Derailment disaster a window on American reality of accepting risks

It is always a trade-off, said Gerard Filitti.

The $26 trillion-a-year American economy demands transport of enormous amounts of goods and materials — much of it toxic — in a continual struggle to balance safety and health against efficiency and profitability.

No one wants hazardous waste in their air and water. But companies want high profits and consumers want low costs.

“Ultimately, there is no way to mitigate all the risk involved in transporting hazardous materials,” said Filitti, senior counsel at The Lawfare Project, who has represented companies in cases involving toxic spills. “The East Palestine derailment serves as a reminder of the hidden dangers we encounter in our daily lives.”

Toxic chemicals are used in many manufacturing processes and are essential to making plastics, paints, pesticides, firefighting foam and various cleaners.

When a Norfolk Southern train derailed Feb. 3 in Ohio, 38 cars — including 11 containing toxic materials — went off the track. The ensuing fire and the controlled burn that followed sent a mushroom cloud looming over the small town and drew a national spotlight.

In the wake of that disaster, some industry critics called for stricter regulations and more emphasis on safety, but they acknowledged that the East Palestine derailment was only one example — however costly, dramatic and life-threatening — of the day-to-day risk acceptance embedded in the American economy.

“Derailments happen and they happen fairly regularly and most of the time, no one notices,” said Kristen Boyles, an attorney with EarthJustice, a nonprofit group that litigates environmental issues. “The cranes come, lift the cars up, put them back on the track or take them away and that’s the end of it.”

About 2.2 million carloads of various chemicals were transported by rail in 2021, nearly a billion tons of hazardous materials, up 30% over the last 15 years, according to the Association of American Railroads.

With trains getting longer, rail cars growing older and the volume of materials being shipped increasing along with the economy’s need for the toxic chemicals, the stakes have risen, Boyles said. “Then, when you have an accident, it can be a complete disaster.”

Critics don’t say the railroad companies are flouting the rules — just the opposite.

“They are following the rules,” Boyles said. “The rules are just insufficient to limit the inherent danger.”

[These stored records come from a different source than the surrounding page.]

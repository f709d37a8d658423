import "server-only";
// Health of the services the app depends on, each probed with a short time limit.
import { db } from "./db";
import { redis } from "./redis";
import { storage } from "./storage";

type Status = { ok: boolean; ms: number; error?: string };

async function probe(fn: () => Promise<unknown>, timeoutMs = 2000): Promise<Status> {
  const t0 = performance.now();
  try {
    await Promise.race([fn(), new Promise((_, rej) => setTimeout(() => rej(new Error(`no answer within ${timeoutMs} ms`)), timeoutMs))]);
    return { ok: true, ms: Math.round(performance.now() - t0) };
  } catch (e) {
    return { ok: false, ms: Math.round(performance.now() - t0), error: e instanceof Error ? e.message : String(e) };
  }
}

export async function checkHealth() {
  const [database, queue, files] = await Promise.all([
    probe(() => db().raw("SELECT 1")),
    probe(async () => {
      const r = redis();
      if (r.status === "wait" || r.status === "end") await r.connect().catch(() => undefined);
      if ((await r.ping()) !== "PONG") throw new Error("unexpected reply");
    }),
    probe(() => storage().check()),
  ]);
  return { ok: database.ok && queue.ok && files.ok, database, redis: queue, storage: { ...files, kind: storage().kind } };
}
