import "server-only";
// Session helpers for server components: who is signed in, and their role in a studio (read from the
// database on every request). Pages call these; route handlers use lib/server/route.ts.
import { getServerSession } from "next-auth";
import { notFound, redirect } from "next/navigation";
import { authOptions } from "./auth/options";
import { findUserById } from "./auth/accounts";
import { getMembershipRole, getStudio } from "./studios";
import type { Role } from "@/lib/permissions";

export async function currentUser(): Promise<{ id: string; email: string; name: string } | null> {
  const s = await getServerSession(authOptions());
  if (!s?.user?.id) return null;
  const u = await findUserById(s.user.id);
  return u ? { id: u.id, email: u.email, name: u.name } : null;
}

export async function requireUser(next?: string) {
  const u = await currentUser();
  if (!u) redirect(next ? `/sign-in?next=${encodeURIComponent(next)}` : "/sign-in");
  return u;
}

/** The studio and my role in it; 404 when I am not a member (its existence is not admitted). Pages check finer permissions themselves and show <NotAllowed>. */
export async function requireStudio(studioId: string): Promise<{ user: { id: string; email: string; name: string }; studio: { id: string; name: string; role: Role } }> {
  const user = await requireUser(`/s/${studioId}`);
  if (!/^[0-9a-f-]{36}$/i.test(studioId)) notFound();
  const role = await getMembershipRole({ studioId, userId: user.id });
  if (!role) notFound();
  const s = await getStudio({ studioId });
  if (!s) notFound();
  return { user, studio: { id: s.id, name: s.name, role } };
}
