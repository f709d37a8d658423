// Mail caught by the local SMTP fake (demo, development, tests), so verification and invitation links can
// be clicked. Each person sees only their own mail (lib/server/mail-catcher.ts). With a real SMTP server
// configured, or in a production build without the local profiles' opt-in, this page does not exist.
import type { Metadata } from "next";
import Link from "next/link";
import { cookies } from "next/headers";
import { notFound } from "next/navigation";
import { caughtMailFor, MAIL_KEY_COOKIE, mailPageEnabled } from "@/lib/server/mail-catcher";
import { currentUser } from "@/lib/server/session";

export const metadata: Metadata = { title: "Caught mail" };
export const dynamic = "force-dynamic";

function Linkified({ text }: { text: string }) {
  const parts = text.split(/(https?:\/\/[^\s]+)/g);
  return <>{parts.map((p, i) => (/^https?:\/\//.test(p) ? <a key={i} href={p} className="break-all">{p}</a> : <span key={i}>{p}</span>))}</>;
}

export default async function MailPage() {
  if (!mailPageEnabled()) notFound();
  const user = await currentUser();
  const browserKey = (await cookies()).get(MAIL_KEY_COOKIE)?.value ?? null;
  const mail = await caughtMailFor({ user, browserKey });
  return (
    <div className="space-y-4">
      <h1>Caught mail</h1>
      <p className="text-sm text-muted">
        Kitwright is sending through its local SMTP fake: nothing leaves this machine.{" "}
        {user
          ? <>Here is the mail sent to <strong>{user.email}</strong>, newest first.</>
          : <>Signed out, you see only the confirmation mail of an account created in this browser. <Link href="/sign-in?next=/mail">Sign in</Link> to see the mail sent to your address.</>}
      </p>
      {mail.length === 0 && <p className="card text-sm" data-testid="mail-none">No mail for you here.</p>}
      <ul className="space-y-3" data-testid="mail-list">
        {mail.map((m) => (
          <li key={m.id} className="card space-y-2">
            <div className="flex flex-wrap justify-between gap-2 text-sm">
              <strong data-testid="mail-subject">{m.subject}</strong>
              <span className="num text-muted">{m.date.replace("T", " ").slice(0, 19)}</span>
            </div>
            <p className="text-sm">To: <span data-testid="mail-to">{m.to}</span></p>
            <pre className="whitespace-pre-wrap rounded bg-paper p-3 font-sans text-sm"><Linkified text={m.text} /></pre>
          </li>
        ))}
      </ul>
    </div>
  );
}
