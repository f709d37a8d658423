import "server-only";
// Session helpers for server components: who is signed in, and their role in a studio (read from the
// database on every request). Pages call these; route handlers use lib/server/route.ts.
// Each is wrapped in React's cache(): the layouts and the page of one request share one session decode, one
// user row and one list of the user's studios (with roles), instead of each asking again.
import { cache } from "react";
import { cookies, headers } from "next/headers";
import { getToken } from "next-auth/jwt";
import { notFound, redirect } from "next/navigation";
import { env } from "./env";
import { liveSessionUser } from "./auth/sessions";
import { listStudiosForUser } from "./studios";
import type { StudioSummary } from "@/lib/api-types/studios";
import type { Role } from "@/lib/permissions";

/** The signed-in user while their session is live (lib/server/auth/sessions.ts), else null. */
export const currentUser = cache(async (): Promise<{ id: string; email: string; name: string } | null> => {
  const e = env();
  const token = await getToken({ req: { cookies: await cookies(), headers: await headers() } as never, secret: e.NEXTAUTH_SECRET, secureCookie: e.KW_APP_URL.startsWith("https://") });
  return (await liveSessionUser(token))?.user ?? null;
});

/** The user's studios with their role in each (one query per request). */
export const myStudios = cache((userId: string): Promise<StudioSummary[]> => listStudiosForUser(userId));

export async function requireUser(next?: string) {
  const u = await currentUser();
  if (!u) redirect(next ? `/sign-in?next=${encodeURIComponent(next)}` : "/sign-in");
  return u;
}

/** The studio and my role in it; 404 when I am not a member (its existence is not admitted). Pages check finer permissions themselves and show <NotAllowed>. */
export async function requireStudio(studioId: string): Promise<{ user: { id: string; email: string; name: string }; studio: { id: string; name: string; role: Role } }> {
  const user = await requireUser(`/s/${studioId}`);
  if (!/^[0-9a-f-]{36}$/i.test(studioId)) notFound();
  const s = (await myStudios(user.id)).find((x) => x.id === studioId);
  if (!s) notFound();
  return { user, studio: { id: s.id, name: s.name, role: s.role } };
}
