import "server-only";
// The activity log: one row per change in a studio (who, what, when).
import type { Knex } from "knex";
import { db } from "./db";
import { jsonColumn } from "./json-column";
import type { ActivityEntry } from "@/lib/api-types/activity";

export async function logActivity(
  trx: Knex | Knex.Transaction,
  e: { studioId: string; actorId: string | null; action: string; subjectType?: string; subjectId?: string; details?: Record<string, unknown> },
): Promise<void> {
  await trx("activity").insert({
    studio_id: e.studioId,
    actor_id: e.actorId,
    action: e.action,
    subject_type: e.subjectType ?? null,
    subject_id: e.subjectId ?? null,
    details: e.details ? JSON.stringify(e.details) : null,
  });
}

export async function listActivity({ studioId, before, limit }: { studioId: string; before?: number; limit: number }): Promise<ActivityEntry[]> {
  const q = db()("activity as a")
    .leftJoin("users as u", "u.id", "a.actor_id")
    .where("a.studio_id", studioId)
    .orderBy("a.id", "desc")
    .limit(limit)
    .select("a.*", "u.name as actor_name");
  if (before) q.andWhere("a.id", "<", before);
  const rows = await q;
  return rows.map((r) => ({
    id: Number(r.id),
    studioId: r.studio_id,
    actorId: r.actor_id,
    actorName: r.actor_name ?? null,
    action: r.action,
    subjectType: r.subject_type,
    subjectId: r.subject_id,
    details: r.details ? jsonColumn(r.details) : null,
    createdAt: new Date(r.created_at).toISOString(),
  }));
}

Even in the East Palestine disaster, the preliminary investigation by the National Transportation Safety Board showed no violation of any safety regulation, according to Jennifer Homendy, the agency’s chairwoman, speaking during a press conference Thursday.

“We have no evidence that the crew did anything wrong,” she said.

But “accident” is a word she hates, she said. “We have never seen an accident that was not preventable.”

Many incidents happen away from the spotlight. In December, a Norfolk Southern train derailed in Savannah on its way to the port. Four empty containers went off the tracks, according to a spokeswoman for the company.

No harm, no foul, no national spotlight.

But critics say the difference between a quickly-forgotten accident and a calamity can be a matter of luck.

“Any of them at the wrong place at the wrong time could be deadly,” said Ron Kaminkow, an organizer for the Railway Workers Union, which has fought industry job cuts. “Even East Palestine — had the wreck been right downtown, a little farther west, it could have killed a number of people.”

Hazardous materials have spilled or leaked from trains more than 5,000 times in the United States in the past decade. Yet trucks are much more commonly involved in accidents, according to a USA TODAY analysis of federal data. For every rail leak, there were 67 on highways.

The rules of engagement have been written over decades in a continuous clash among companies, regulators, politicians and consumers who argue about trade-offs between safety and efficiency, between profits and accountability.

The industry says it is much safer than it has been in the past, but its lobbyists have often worked to resist stricter regulations.

It has been a back and forth, with accidents sparking calls for tougher rules and the industry always pushing back and often winning. Under President Barack Obama, the Federal Railroad Administration tightened safety standards, requiring trains carrying hazardous materials to upgrade their braking systems. During the administration of Donald Trump, that rule was repealed.

In 2021 alone, there were 868 derailments, according to NTSB’s Homendy.

In the past seven years, there were 110 derailments involving toxic materials, 21 of them Norfolk Southern trains, including two in Georgia, according to the Federal Railway Administration. Roughly 1,560 went off the track and 19 people were injured, but there were no fatalities.

Among Norfolk Southern’s derailments involving toxic chemicals, six caused more than $1 million in damage. The worst was a 39-car derailment in Jefferson County, Georgia, in early 2019 that caused $3.75 million in damage.

None of the recent accidents compare with the 2005 crash in Graniteville, S.C. when two Norfolk Southern trains collided, killing nine and exposing hundreds of people to chlorine gas.

But the continual motion and massive volumes mean a need to accept the chance for problems, according to Norfolk Southern in its most recent annual report. “The risk of incurring environmental liability, for acts and omissions, past, present, and future, is inherent in the railroad business.”